Much appreciate the note and the links. Adds fuel to the adjustable contrast fire!

Adds fuel to the adjustable contrast fire!

No it doesn't. It supports what we have been telling you in every way.

Did you see mention of microprocessor control of contrast in that document?

Did you see any mention of supplying PWM signals in that document?

Don

No worries. I was more referring to this:

Silvius:
Because of these reasons the contrast of a display should be adjustable either automatically or manually
[/quote]
in relation to whether you would want to adjust it, rather than have it be set it and forget it.
All good, learning lots here.

I suspect the article Silvius has dredged up refers to quite different displays to the "1602" and like sort we presume to discuss here. I do not however propose to waste my time chasing it up.

Particularly where this contains the nonsense statement:

Silvius:
Furthermore everybody has a different perception of contrast due to the individual characteristics of the human eye.

That is simply rubbish, other than it might be referring to - as I previously explained - a grey scale or colour display.

That is simply rubbish, other than it might be referring to - as I previously explained - a grey scale or colour display.

That "rubbish"is from Hitachi application note.
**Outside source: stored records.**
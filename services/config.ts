import { readFileSync } from 'node:fs';
import { availableParallelism } from 'node:os';

/**
 * Service configuration from the environment, read once at start-up. Every setting has a documented default;
 * see .env.example.
 */
export interface Config {
  /** Interface to listen on. Default 127.0.0.1 (the container sets 0.0.0.0). */
  readonly host: string;
  /** TCP port. Default 8080. */
  readonly port: number;
  /** pino log level. Default "info". */
  readonly logLevel: string;
  /** Largest accepted request body in bytes on the line-list and spectrum routes. Default 32 MiB. */
  readonly bodyLimit: number;
  /** Largest body on the small routes (predictions, GraphQL). Default 1 MiB. */
  readonly smallBodyLimit: number;
  /** Most lines in one fit request. Default 100 000. */
  readonly maxLines: number;
  /** Bearer API keys; empty: no authentication. From API_KEYS (comma-separated) and/or API_KEYS_FILE (one a line). */
  readonly apiKeys: readonly string[];
  /** Origins allowed by CORS; empty (the default): CORS closed. CORS_ORIGINS, comma-separated. */
  readonly corsOrigins: readonly string[];
  /** Requests per minute per API key (or per address without keys); 0 turns rate limiting off. Default 600. */
  readonly rateLimitPerMinute: number;
  /** Worker threads for large fits; 0 runs everything on the event loop. Default: cores − 1 (at least 1). */
  readonly workers: number;
  /** Requests with more lines (or spectra with more points / 100) than this go to the worker pool. Default 2 000. */
  readonly workerThreshold: number;
  /**
   * Threads (the calling one included) over which the pseudo-Voigt group fits of one spectrum of 200 000 points or
   * more are spread; 1: one thread. Default min(4, cores). PEAK_THREADS.
   */
  readonly peakThreads: number;
  /** Whole-request timeout in ms (0: none). Default 120 000. */
  readonly requestTimeoutMs: number;
  /** Event-loop delay in ms above which the service sheds load with 503 (0: off). Default 1 000. */
  readonly maxEventLoopDelayMs: number;
  /** Heap in bytes above which the service sheds load with 503 (0: off, the default). */
  readonly maxHeapUsedBytes: number;
  /** Resident set in bytes above which the service sheds load with 503 (0: off, the default). MAX_RSS_BYTES. */
  readonly maxRssBytes: number;
  /** Jobs waiting for a worker beyond which new work is refused with 503 + Retry-After (0: no bound). Default 16. */
  readonly maxQueue: number;
  /**
   * Sum of the estimated sizes (lines; a spectrum counts a hundredth of its points) of the jobs admitted at once,
   * running or queued; beyond it new work is refused with 503 + Retry-After, before its body is read when its
   * Content-Length tells (about 100 bytes a line). Default 150 000: one 100 000-line fit (≈ 700 MB at its peak)
   * and smaller work beside it. MAX_ACTIVE_LINES.
   */
  readonly maxActiveLines: number;
  /** Time a request's work may take once admitted, in ms; then it is stopped and answered 503 (0: none). Default 60 000. */
  readonly processingDeadlineMs: number;
  /**
   * Bodies of at least this many bytes on the work routes are parsed, validated and answered in a worker thread
   * (when WORKERS > 0); 0: always on the event loop. Default 262 144 (256 KiB). OFFLOAD_BYTES.
   */
  readonly offloadBytes: number;
  /** Largest point or row count of a JCAMP-DX or CSV body (checked before allocating). Default 5 000 000. */
  readonly maxPoints: number;
  /**
   * Which proxy hops to believe for the client address (rate limits, logs): "false" (default: the socket's
   * address), "true" (the left-most X-Forwarded-For), a hop count, or comma-separated addresses/CIDRs. TRUST_PROXY.
   * @see https://fastify.dev/docs/latest/Reference/Server/#trustproxy
   */
  readonly trustProxy: boolean | number | string[];
  /** Time given to in-flight work after SIGTERM before the process exits (status 1), in ms; 0: none. A second signal exits at once. Default 25 000 (below k8s terminationGracePeriodSeconds 35 and compose stop_grace_period 35 s). SHUTDOWN_GRACE_MS. */
  readonly shutdownGraceMs: number;
  /** Whether /metrics shows the Node.js version (nodejs_version_info). Default false. METRICS_RUNTIME_VERSION. */
  readonly metricsRuntimeVersion: boolean;
  /**
   * Check every REST response against its zod schema before sending it (VALIDATE_RESPONSES). Default false: the
   * schemas are checked by the tests, and a production request pays only for JSON.stringify.
   */
  readonly validateResponses: boolean;
}

function trustProxyFrom(raw: string | undefined): boolean | number | string[] {
  const v = (raw ?? '').trim();
  if (v === '' || v === 'false') return false;
  if (v === 'true') return true;
  if (/^\d+$/.test(v)) return Number(v);
  return list(v);
}

function boolFrom(env: NodeJS.ProcessEnv, name: string, fallback: boolean): boolean {
  const raw = env[name];
  if (raw === undefined || raw === '') return fallback;
  if (raw === 'true' || raw === '1') return true;
  if (raw === 'false' || raw === '0') return false;
  throw new Error(`environment variable ${name}=${raw} must be true or false`);
}

function intFrom(env: NodeJS.ProcessEnv, name: string, fallback: number, min: number, max: number): number {
  const raw = env[name];
  if (raw === undefined || raw === '') return fallback;
  const n = Number(raw);
  if (!Number.isInteger(n) || n < min || n > max) {
    throw new Error(`environment variable ${name}=${raw} must be a whole number from ${min} to ${max}`);
  }
  return n;
}

const list = (raw: string | undefined) =>
  (raw ?? '')
    .split(/[,\n]/)
    .map((s) => s.trim())
    .filter((s) => s !== '' && !s.startsWith('#'));

export function loadConfig(env: NodeJS.ProcessEnv = process.env): Config {
  const keys = [...list(env.API_KEYS), ...(env.API_KEYS_FILE ? list(readFileSync(env.API_KEYS_FILE, 'utf8')) : [])];
  if (keys.some((k) => k.length < 16)) throw new Error('every API key must be at least 16 characters long');
  return {
    host: env.HOST || '127.0.0.1',
    port: intFrom(env, 'PORT', 8080, 0, 65535),
    logLevel: env.LOG_LEVEL || 'info',
    bodyLimit: intFrom(env, 'BODY_LIMIT', 32 * 1024 * 1024, 1024, 512 * 1024 * 1024),
    smallBodyLimit: intFrom(env, 'SMALL_BODY_LIMIT', 1024 * 1024, 1024, 64 * 1024 * 1024),
    maxLines: intFrom(env, 'MAX_LINES', 100_000, 1, 10_000_000),
    apiKeys: keys,
    corsOrigins: list(env.CORS_ORIGINS),
    rateLimitPerMinute: intFrom(env, 'RATE_LIMIT_PER_MINUTE', 600, 0, 10_000_000),
    workers: intFrom(env, 'WORKERS', Math.max(1, availableParallelism() - 1), 0, 256),
    workerThreshold: intFrom(env, 'WORKER_THRESHOLD', 2000, 1, 100_000_000),
    peakThreads: intFrom(env, 'PEAK_THREADS', Math.min(4, availableParallelism()), 1, 64),
    requestTimeoutMs: intFrom(env, 'REQUEST_TIMEOUT_MS', 120_000, 0, 3_600_000),
    maxEventLoopDelayMs: intFrom(env, 'MAX_EVENT_LOOP_DELAY_MS', 1000, 0, 600_000),
    maxHeapUsedBytes: intFrom(env, 'MAX_HEAP_USED_BYTES', 0, 0, Number.MAX_SAFE_INTEGER),
    maxRssBytes: intFrom(env, 'MAX_RSS_BYTES', 0, 0, Number.MAX_SAFE_INTEGER),
    maxQueue: intFrom(env, 'MAX_QUEUE', 16, 0, 100_000),
    maxActiveLines: intFrom(env, 'MAX_ACTIVE_LINES', 150_000, 1, 1_000_000_000),
    processingDeadlineMs: intFrom(env, 'PROCESSING_DEADLINE_MS', 60_000, 0, 3_600_000),
    offloadBytes: intFrom(env, 'OFFLOAD_BYTES', 256 * 1024, 0, 1024 * 1024 * 1024),
    maxPoints: intFrom(env, 'MAX_POINTS', 5_000_000, 8, 100_000_000),
    trustProxy: trustProxyFrom(env.TRUST_PROXY),
    shutdownGraceMs: intFrom(env, 'SHUTDOWN_GRACE_MS', 25_000, 0, 3_600_000),
    metricsRuntimeVersion: boolFrom(env, 'METRICS_RUNTIME_VERSION', false),
    validateResponses: boolFrom(env, 'VALIDATE_RESPONSES', false),
  };
}

/**
 * The defaults of `npm start` (an empty environment): what tests and tools get when they build the app without a
 * configuration. Protections stay on: rate limit, load shedding, worker pool, deadlines.
 */
export const DEFAULT_CONFIG: Config = loadConfig({});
An that App Note refers specifically to the type of display that talk here, namely STN display.

Wikipedia:

A super-twisted nematic display (STN) is a type of monochrome passive-matrix liquid crystal display (LCD).

CSTN stands for color super-twist nematic, a color form of passive matrix LCD.

Hitachi HD44780 LCD controller is one of the most common dot matrix liquid crystal display (LCD) display controllers available.

I'm not saying that all 16x2 modules must have this option.

I say it is interesting to learn / experience how to control contrast and by other methods than the classic trimpot.

This experience we can apply when we actually need it. In fact this is done in industry for decades.

Let's see what the manufacturer says about such displays (16x2 display) in their datasheet (page11):
link here: Sunlight Readable Edge-Lit 16x2 Character LCD

We recommend allowing field adjustment of VO for all designs. The optimal value for VO will change with temperature, variations in VDD, and viewing angle. VO will also vary module-to-module and batch-to-batch due to normal manufacturing variations.

Ideally, adjustments to VO should be available to the end user so each user can adjust the display to the optimal contrast for their required viewing conditions. At a minimum, your design should allow VO to be adjusted as part of your product’s final test.

Although a potentiometer is shown as a typical connection, VO can be driven by your microcontroller, either by using a DAC or a filtered PWM. Displays that require VO to be negative may need a level-shifting circuit. Please do not hesitate to contact Crystalfontz application support for design assistance on your application.

Datasheet too large for upload as pdf. I will try as zip. Still too large.